PROBLEM TO SOLVE: Copy out the entries below exactly as they stand, but only from the line containing "only without refusals." through the line containing "whole: bool = True".

DATASET EXTRACT:
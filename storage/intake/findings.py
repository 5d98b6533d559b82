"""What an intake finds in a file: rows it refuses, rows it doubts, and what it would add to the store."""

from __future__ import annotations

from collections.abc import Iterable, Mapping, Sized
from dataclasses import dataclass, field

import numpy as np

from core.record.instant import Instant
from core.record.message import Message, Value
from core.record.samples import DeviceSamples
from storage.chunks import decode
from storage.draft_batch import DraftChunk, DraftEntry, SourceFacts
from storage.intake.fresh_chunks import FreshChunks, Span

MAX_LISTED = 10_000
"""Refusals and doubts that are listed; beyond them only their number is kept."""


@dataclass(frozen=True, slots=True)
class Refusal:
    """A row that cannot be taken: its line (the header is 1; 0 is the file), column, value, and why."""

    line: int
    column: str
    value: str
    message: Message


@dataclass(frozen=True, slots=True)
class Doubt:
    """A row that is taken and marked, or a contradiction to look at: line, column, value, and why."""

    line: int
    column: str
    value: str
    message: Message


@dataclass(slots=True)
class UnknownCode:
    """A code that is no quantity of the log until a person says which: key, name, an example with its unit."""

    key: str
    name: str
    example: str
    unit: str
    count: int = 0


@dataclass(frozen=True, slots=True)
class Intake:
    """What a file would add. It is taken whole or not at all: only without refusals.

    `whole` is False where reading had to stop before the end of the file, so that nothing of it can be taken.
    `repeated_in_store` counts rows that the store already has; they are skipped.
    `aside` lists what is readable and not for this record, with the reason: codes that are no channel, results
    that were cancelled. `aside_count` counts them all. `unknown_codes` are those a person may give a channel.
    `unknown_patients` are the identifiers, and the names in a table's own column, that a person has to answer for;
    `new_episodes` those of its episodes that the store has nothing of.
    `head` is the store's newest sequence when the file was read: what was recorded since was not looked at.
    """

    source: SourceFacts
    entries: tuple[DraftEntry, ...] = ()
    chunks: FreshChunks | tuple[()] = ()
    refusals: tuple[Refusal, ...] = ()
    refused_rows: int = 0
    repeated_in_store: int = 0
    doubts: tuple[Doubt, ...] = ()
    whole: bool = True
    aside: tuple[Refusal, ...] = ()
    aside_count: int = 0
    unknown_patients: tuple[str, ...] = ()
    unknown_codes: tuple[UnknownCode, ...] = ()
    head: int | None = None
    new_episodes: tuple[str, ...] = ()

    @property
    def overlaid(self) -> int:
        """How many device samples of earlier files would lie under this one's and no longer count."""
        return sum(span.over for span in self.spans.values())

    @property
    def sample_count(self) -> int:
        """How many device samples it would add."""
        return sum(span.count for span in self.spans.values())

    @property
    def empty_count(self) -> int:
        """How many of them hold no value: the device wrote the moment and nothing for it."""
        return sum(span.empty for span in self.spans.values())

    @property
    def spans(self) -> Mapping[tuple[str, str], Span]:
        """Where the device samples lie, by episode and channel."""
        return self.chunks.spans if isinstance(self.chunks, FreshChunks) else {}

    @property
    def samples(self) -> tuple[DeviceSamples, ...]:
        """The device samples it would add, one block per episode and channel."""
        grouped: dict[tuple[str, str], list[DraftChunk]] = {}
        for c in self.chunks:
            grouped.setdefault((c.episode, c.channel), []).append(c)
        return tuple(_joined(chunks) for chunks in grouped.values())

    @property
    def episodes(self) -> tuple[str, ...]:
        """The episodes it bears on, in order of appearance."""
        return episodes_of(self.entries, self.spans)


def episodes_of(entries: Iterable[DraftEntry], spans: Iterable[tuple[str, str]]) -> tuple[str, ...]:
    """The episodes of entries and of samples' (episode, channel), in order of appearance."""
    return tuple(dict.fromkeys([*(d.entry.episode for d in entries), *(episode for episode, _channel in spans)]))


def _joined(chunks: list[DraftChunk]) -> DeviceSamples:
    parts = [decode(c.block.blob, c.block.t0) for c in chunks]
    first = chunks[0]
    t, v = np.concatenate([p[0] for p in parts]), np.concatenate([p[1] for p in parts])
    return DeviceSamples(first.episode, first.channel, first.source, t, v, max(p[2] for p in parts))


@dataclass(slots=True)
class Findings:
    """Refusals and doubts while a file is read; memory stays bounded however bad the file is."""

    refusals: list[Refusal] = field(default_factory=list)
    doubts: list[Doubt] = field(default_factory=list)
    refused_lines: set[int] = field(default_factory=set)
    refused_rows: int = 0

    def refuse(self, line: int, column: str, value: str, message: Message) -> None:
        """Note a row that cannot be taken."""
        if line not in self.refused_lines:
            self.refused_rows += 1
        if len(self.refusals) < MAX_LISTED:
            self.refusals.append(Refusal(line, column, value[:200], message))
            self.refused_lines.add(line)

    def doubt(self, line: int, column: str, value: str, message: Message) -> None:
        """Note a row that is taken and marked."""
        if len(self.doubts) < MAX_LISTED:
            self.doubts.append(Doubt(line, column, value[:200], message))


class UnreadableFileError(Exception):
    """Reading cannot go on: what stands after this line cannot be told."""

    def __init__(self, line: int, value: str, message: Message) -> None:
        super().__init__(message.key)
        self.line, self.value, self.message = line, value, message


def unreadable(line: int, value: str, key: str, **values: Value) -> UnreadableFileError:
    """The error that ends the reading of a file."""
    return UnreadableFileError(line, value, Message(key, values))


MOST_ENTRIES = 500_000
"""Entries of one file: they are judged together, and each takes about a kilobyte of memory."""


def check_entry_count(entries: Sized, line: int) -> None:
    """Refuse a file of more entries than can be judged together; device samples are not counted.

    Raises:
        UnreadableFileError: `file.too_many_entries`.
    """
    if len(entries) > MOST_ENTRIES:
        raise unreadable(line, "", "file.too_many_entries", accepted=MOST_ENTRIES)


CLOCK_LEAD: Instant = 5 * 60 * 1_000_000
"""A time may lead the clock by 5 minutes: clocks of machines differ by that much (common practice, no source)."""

---

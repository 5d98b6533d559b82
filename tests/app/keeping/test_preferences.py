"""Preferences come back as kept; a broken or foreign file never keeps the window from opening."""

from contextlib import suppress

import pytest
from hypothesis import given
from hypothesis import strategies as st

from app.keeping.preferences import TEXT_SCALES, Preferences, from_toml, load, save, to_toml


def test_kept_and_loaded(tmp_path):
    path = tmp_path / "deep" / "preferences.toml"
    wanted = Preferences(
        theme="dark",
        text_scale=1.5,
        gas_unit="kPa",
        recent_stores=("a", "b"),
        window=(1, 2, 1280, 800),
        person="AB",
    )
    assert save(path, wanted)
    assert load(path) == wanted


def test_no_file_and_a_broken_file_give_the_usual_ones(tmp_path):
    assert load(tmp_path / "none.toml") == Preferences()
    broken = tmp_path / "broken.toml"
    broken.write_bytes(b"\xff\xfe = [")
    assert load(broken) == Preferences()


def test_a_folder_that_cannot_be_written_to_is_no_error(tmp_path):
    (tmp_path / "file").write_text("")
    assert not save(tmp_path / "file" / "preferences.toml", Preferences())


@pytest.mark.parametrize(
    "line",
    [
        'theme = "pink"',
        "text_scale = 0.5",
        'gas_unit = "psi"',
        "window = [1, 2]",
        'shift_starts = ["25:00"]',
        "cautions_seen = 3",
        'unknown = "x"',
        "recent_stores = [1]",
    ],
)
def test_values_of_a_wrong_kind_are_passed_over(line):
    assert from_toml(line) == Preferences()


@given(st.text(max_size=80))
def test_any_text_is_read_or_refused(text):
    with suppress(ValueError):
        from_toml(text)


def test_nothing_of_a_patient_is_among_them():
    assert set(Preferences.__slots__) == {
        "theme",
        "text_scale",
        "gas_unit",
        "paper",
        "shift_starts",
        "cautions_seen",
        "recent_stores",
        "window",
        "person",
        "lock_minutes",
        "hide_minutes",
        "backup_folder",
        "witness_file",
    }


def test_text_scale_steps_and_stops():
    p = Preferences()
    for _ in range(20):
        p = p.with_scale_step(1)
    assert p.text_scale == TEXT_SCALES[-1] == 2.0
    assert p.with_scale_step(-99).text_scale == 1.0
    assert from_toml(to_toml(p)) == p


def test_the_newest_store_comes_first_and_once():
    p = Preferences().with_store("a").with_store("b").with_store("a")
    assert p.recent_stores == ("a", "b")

EXPECTED ANSWER:
    """What a file would add. It is taken whole or not at all: only without refusals.

    `whole` is False where reading had to stop before the end of the file, so that nothing of it can be taken.
    `repeated_in_store` counts rows that the store already has; they are skipped.
    `aside` lists what is readable and not for this record, with the reason: codes that are no channel, results
    that were cancelled. `aside_count` counts them all. `unknown_codes` are those a person may give a channel.
    `unknown_patients` are the identifiers, and the names in a table's own column, that a person has to answer for;
    `new_episodes` those of its episodes that the store has nothing of.
    `head` is the store's newest sequence when the file was read: what was recorded since was not looked at.
    """

    source: SourceFacts
    entries: tuple[DraftEntry, ...] = ()
    chunks: FreshChunks | tuple[()] = ()
    refusals: tuple[Refusal, ...] = ()
    refused_rows: int = 0
    repeated_in_store: int = 0
    doubts: tuple[Doubt, ...] = ()
    whole: bool = True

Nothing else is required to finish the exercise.